What difference does what you believe – intellectually and theologically – make to what you do? How is that belief affected by the ‘spirit of the age’, the current trends in intellectual research, philosophical thought and social interaction? And how does individual belief relate to accepted norms in society?
In Athens, in Acts 17, Paul, confident in his faith after rigorous study, learning and practice, immerses himself in the intellectual and religious beliefs of the Greece of his day. His conclusion is that there is great worth in the religious and philosophical thought he encounters, but that it is directed down a variety of attractive dead ends. He finds that worship is enthusiastically practiced, but that devotion is offered to objects which ultimately cannot satisfy. He looks at idols and altars and sees them to be lifeless and limited to the extent of the imagination of the people who made them. The demonstration of religious faith before them is admirable but fruitless, and he can’t see that this devotion makes any difference at all.

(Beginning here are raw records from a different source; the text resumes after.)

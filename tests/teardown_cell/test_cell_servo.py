# Copyright 2026 The teleop_eval authors
# SPDX-License-Identifier: Apache-2.0
"""The servo against the closed forms of the second-order system (control textbooks)."""

from __future__ import annotations

import math

import numpy as np
import pytest
from numpy.testing import assert_allclose

from teleop_eval.teardown_cell.plan import CellTiming
from teleop_eval.teardown_cell.servo import Servo

WN = 2.0 * math.pi * 2.0


def sine_response(zeta, frequency_hz, *, wn=WN, step_s=1e-3):
    """Return the complex gain at a frequency, from a run in steady state."""
    servo = Servo([0.0], zeta=zeta, natural_frequency_rad_s=wn, step_s=step_s)
    per_cycle = 1.0 / frequency_hz / step_s
    cycles = math.ceil(6.0 * frequency_hz) + 4
    n = round(cycles * per_cycle)
    t = np.arange(1, n + 1) * step_s
    u = np.sin(2.0 * np.pi * frequency_hz * t)
    y = np.array([servo.step([value])[0] for value in u])
    # Whole cycles at the end, so that the projection is exact.
    last = slice(n - round(2 * per_cycle), n)
    carrier = np.exp(-2j * np.pi * frequency_hz * t[last])
    return np.sum(y[last] * carrier) / np.sum(u[last] * carrier)


# Columns: zeta, w_3dB/wn = sqrt(1 - 2z^2 + sqrt(4z^4 - 4z^2 + 2)).
@pytest.mark.parametrize(('zeta', 'ratio'), [
    (0.5, 1.272020), (0.7, 1.010049), (1.0 / math.sqrt(2.0), 1.0), (1.0, 0.643594)])
def test_bandwidth(zeta, ratio):
    gain = abs(sine_response(zeta, ratio * WN / (2.0 * math.pi)))
    assert_allclose(gain, 1.0 / math.sqrt(2.0), rtol=1e-3)


# Lag 2 zeta/wn at low frequency, wn = 2 pi 2 rad/s.
@pytest.mark.parametrize(('zeta', 'lag_ms'), [
    (0.5, 79.577472), (0.7, 111.408460), (1.0 / math.sqrt(2.0), 112.539540), (1.0, 159.154943)])
def test_lag_behind_a_ramp(zeta, lag_ms):
    servo = Servo([0.0], zeta=zeta, natural_frequency_rad_s=WN, step_s=2e-3)
    speed, n = 0.3, 3000
    for index in range(1, n + 1):
        servo.step([speed * index * 2e-3])
    assert_allclose((speed * n * 2e-3 - servo.position[0]) / speed, lag_ms * 1e-3, rtol=1e-7)


def test_resonance_peak():
    zeta = 0.5
    peak_hz = WN / (2.0 * math.pi) * math.sqrt(1.0 - 2.0 * zeta**2)
    assert_allclose(abs(sine_response(zeta, peak_hz)), 1.154701, rtol=1e-3)


# exp(-pi z/sqrt(1-z^2)).
@pytest.mark.parametrize(('zeta', 'overshoot'), [(0.5, 0.163034), (0.7, 0.045988)])
def test_step_overshoot(zeta, overshoot):
    servo = Servo([0.0], zeta=zeta, natural_frequency_rad_s=WN, step_s=1e-3)
    servo.set_point = np.array([1.0])
    peak = max(servo.step([1.0])[0] for _ in range(1500))
    assert_allclose(peak - 1.0, overshoot, atol=1e-5)


@pytest.mark.parametrize(('zeta', 'gain', 'degrees'), [
    (0.5, 1.109400, -33.690068), (1.0, 0.8, -53.130102)])
def test_gain_and_phase_at_1_hz(zeta, gain, degrees):
    response = sine_response(zeta, 1.0)
    assert_allclose(abs(response), gain, rtol=1e-4)
    assert_allclose(np.degrees(np.angle(response)), degrees, atol=1e-2)


def test_the_result_does_not_depend_on_the_step():
    """A ramp cut into steps of different lengths ends in the same state."""
    ends = []
    for steps in (1, 10, 1000):
        servo = Servo([0.2, -0.4], zeta=0.9, natural_frequency_rad_s=25.0, step_s=0.4 / steps)
        for index in range(1, steps + 1):
            servo.step(np.array([0.2, -0.4]) + np.array([0.5, 0.1]) * index / steps)
        ends.append(np.concatenate([servo.position, servo.velocity]))
    assert_allclose(ends[1], ends[0], rtol=1e-9)
    assert_allclose(ends[2], ends[0], rtol=1e-9)


def test_the_cell_states_its_own_lag():
    timing = CellTiming()
    assert_allclose(timing.servo_lag_s, 2.0 * 0.9 / 25.0)
    assert_allclose(timing.sum_s, 0.008 + 0.060 + 0.072)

There is much religion practiced in the general expectation that nothing truly life changing will happen as a result, only that it will be life enhancing. Many take a welcome delight in visual beauty, in linguistic depth and in musical complexity, and even if that is offered in the name of God it is done in such a way that it is the religious practice and its outward demonstration which is enough. Paul would say that this is good as far as it goes, but there is much more to being a Christian disciple. Simply to be comforted, pleased or stimulated in worship is not enough.
The God revealed to us in Jesus Christ offers us relationship: the object of our worship is not a statue which pleases with its line and shape: we worship the God who has made us his offspring, whom we call father, who walks alongside us and fills us with his power by the Holy Spirit. We worship one who does not just relate to us, but who fills us, indeed, we worship the one in whom our whole being exists. This God cannot be contained: through worship and prayer and discipleship we are welcomed into God’s presence and released to work for his glory. Paint pictures, make windows, write icons, create anthems, write poems if you will, but try and contain God in them at your peril.

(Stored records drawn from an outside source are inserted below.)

# Copyright 2026 The teleop_eval authors
# SPDX-License-Identifier: Apache-2.0
"""The fast chain of the mapping against the evaluator's own kinematics."""

from __future__ import annotations

import numpy as np
import pytest
from numpy.testing import assert_allclose

from teleop_eval.core.kinematics import SerialChain
from teleop_eval.core.urdf import parse_urdf
from teleop_eval.resources import config_file
from teleop_eval.teardown_cell.arm import arm_chain
from teleop_eval.teardown_cell.single_pose import SingleChain

TURNED = """<robot name="r"><link name="a"/><link name="b"/><link name="c"/><link name="d"/>
<joint name="one" type="revolute"><parent link="a"/><child link="b"/>
<origin xyz="0.1 -0.2 0.3" rpy="0.4 -0.5 0.6"/><axis xyz="1 2 -1"/>
<limit lower="-2" upper="2" velocity="1"/></joint>
<joint name="two" type="continuous"><parent link="b"/><child link="c"/>
<origin xyz="-0.3 0.1 0.2" rpy="-1 0.2 2"/><axis xyz="0 -1 0"/></joint>
<joint name="end" type="fixed"><parent link="c"/><child link="d"/>
<origin xyz="0.2 0.05 -0.1" rpy="0.3 0.2 0.1"/></joint></robot>"""
SLIDING = TURNED.replace('type="revolute"', 'type="prismatic"')


@pytest.mark.parametrize('links', [('a', 'd'), ('d', 'a')])
def test_pose_and_jacobian_of_a_turned_chain(links):
    chain = SerialChain.from_description(parse_urdf(TURNED), *links)
    _compare(chain)


def test_pose_and_jacobian_of_the_cells_arm():
    _compare(arm_chain(config_file('teardown_arm.urdf').read_text('utf-8')))


def test_a_chain_that_slides_is_refused():
    with pytest.raises(ValueError, match='revolute'):
        SingleChain(SerialChain.from_description(parse_urdf(SLIDING), 'a', 'd'))


def _compare(chain):
    single = SingleChain(chain)
    for q in np.random.default_rng(3).uniform(-2.0, 2.0, (50, chain.size)):
        expected, found = chain.forward(q[None]), single.pose(q.tolist())
        assert_allclose(found.position, expected.positions[0], atol=1e-12)
        assert_allclose(found.rotation, expected.rotations[0], atol=1e-12)
        assert_allclose(found.jacobian, chain.jacobian(q[None])[0], atol=1e-12)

Paul talks to the Athenians about the effect that our relationship with the living God should have on the way our whole life is lived: the need for repentance, and to live in a way which pleases God, so that we are ready for the judgement. Such a living out of our faith can bring its own dangers also: to be overwhelmed with belief can lead people to believe that the most amazing things are absolutely the will of God. But the all too well-known excesses of religious fundamentalism should not put us off aiming to live out our faith: it would be dreadful if we did nothing about what we believe because some people give discipleship a bad name.

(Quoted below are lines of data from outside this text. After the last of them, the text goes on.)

# Copyright 2026 The teleop_eval authors
# SPDX-License-Identifier: Apache-2.0
"""The truth against an independent correlation of the same noise-free run."""

from __future__ import annotations

import numpy as np
import pytest
from numpy.testing import assert_allclose
from scipy.interpolate import CubicSpline

from teleop_eval.resources import config_file
from teleop_eval.teardown_cell.arm import arm_chain
from teleop_eval.teardown_cell.mappings import Mirror
from teleop_eval.teardown_cell.plan import MIRROR, REACH, Plan
from teleop_eval.teardown_cell.truth import simulate, truth_document

PLAN = Plan(seconds=24.0, seed=7)


@pytest.fixture(scope='module')
def chain():
    return arm_chain(config_file('teardown_arm.urdf').read_text('utf-8'))


@pytest.fixture(scope='module')
def document(chain):
    return truth_document(chain, PLAN, window_s=6.0)


def test_the_parts_and_their_sum(document):
    parts = [document[key] for key in (
        'processing_delay_s', 'transport_delay_s', 'servo_lag_s')]
    assert_allclose(parts, [0.008, 0.060, 0.072])
    assert_allclose(document['sum_s'], sum(parts))


@pytest.mark.parametrize('mapping', [MIRROR, REACH])
def test_the_correlation_delay_lies_near_the_sum(document, mapping):
    """Human reaches end near 2 Hz, where the servo's group delay has hardly changed yet."""
    of_mapping = document['mappings'][mapping]
    delay = of_mapping['noise_free_correlation_delay_s']
    assert_allclose(delay, document['sum_s'], atol=0.003)
    assert of_mapping['metrics']['latency_s'] == delay
    split = (of_mapping['metrics']['latency_command_s']
             + of_mapping['metrics']['latency_response_s'])
    assert_allclose(split, delay, atol=0.001)


def test_a_plain_cross_correlation_finds_the_same(chain, document):
    """Independent of the estimator: splines at 4 kHz, unfiltered velocity, argmax."""
    run = simulate(chain, PLAN, noise=False)
    begin, end = PLAN.engaged_span(MIRROR)
    fine = np.arange(begin + 1.2, end - 0.5, 0.00025)
    ideal = CubicSpline(run.times, Mirror().joints(run.operator.joints)).derivative()
    robot = CubicSpline(run.times, run.joints).derivative()(fine)
    lags = np.arange(0.12, 0.16, 0.00025)
    correlation = [np.sum(ideal(fine - lag) * robot)
                   / np.linalg.norm(ideal(fine - lag)) for lag in lags]
    found = lags[int(np.argmax(correlation))]
    assert_allclose(found, document['mappings'][MIRROR]['noise_free_correlation_delay_s'],
                    atol=0.002)


def test_nothing_saturates_in_the_run_that_sets_the_truth(chain):
    """A limited set point would add a delay that none of the stated parts holds."""
    run = simulate(chain, PLAN, noise=True)
    speed = np.abs(np.diff(run.commands, axis=0)) * PLAN.timing.operator_rate_hz
    assert np.all(speed < chain.velocity_limits)


def test_the_truth_is_the_same_every_time(chain, document):
    assert truth_document(chain, PLAN, window_s=6.0) == document


def test_too_short_a_window_gives_no_number(chain):
    found = truth_document(chain, Plan(seconds=16.0, seed=7), window_s=2.0)
    assert found['mappings'][MIRROR]['noise_free_correlation_delay_s'] is None
    assert found['mappings'][MIRROR]['metrics']['latency_command_s'] == 0.008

Jesus speaks of commandments being a part of God loving us and us loving God: in that complete relationship of giving one to another it is inevitable that we will aim to do what pleases God. Being a disciple is an outworking of love, not a demand for attention and a forcing of God’s hand. Just as God cannot be contained in the outward objects or disciplines of religion, so the love of God cannot be compelled by the compiling of good deeds. It goes much deeper than totting up credits with a distant deity.
God loves us. God loves our brothers and sisters. How then can we stand by and see them harmed and oppressed? If they are hurting, so are we. Our cue should be the selfless and sacrificial love of Christ, in a life lived for the glory and praise of God. We do God down if we stand by when the world is unjust, when human life is demeaned. A God who is an idol might not demand anything from us in this regard: the God of Jesus Christ weeps for Syria, Barcelona, and Texas. We are connected to all this. Thanks be to God that a simple gift to Christian Aid, or a text to Save the Children, can make an immediate difference to people who are being made less than human. Thanks be to God that we here are planning to sponsor a refugee family, and to host guests this winter who are homeless, for whatever reason. We do not just believe. We are in relationship with the living God, and with those who are similarly believers. We are in relationship with God’s world, and we reveal our belief by what we do about that.
It would be possible to treat this sermon in the Athenian way: to look at it as a piece of religious discourse, to find what it says about God, and offer a criticism of its construction. Some of the Athenians did this to Paul, and paid him the compliment of saying they would hear him again. But the response he was looking for came from Dionysius the Areopagite and Damaris, who believed, and found their lives changed. I’d like to encourage you not to be an Athenian, but to be a Dionysius and a Damaris; to do something about your belief, and aim to make a difference to a hurting world. Some give religion a bad name and do harm. You can go out and do good.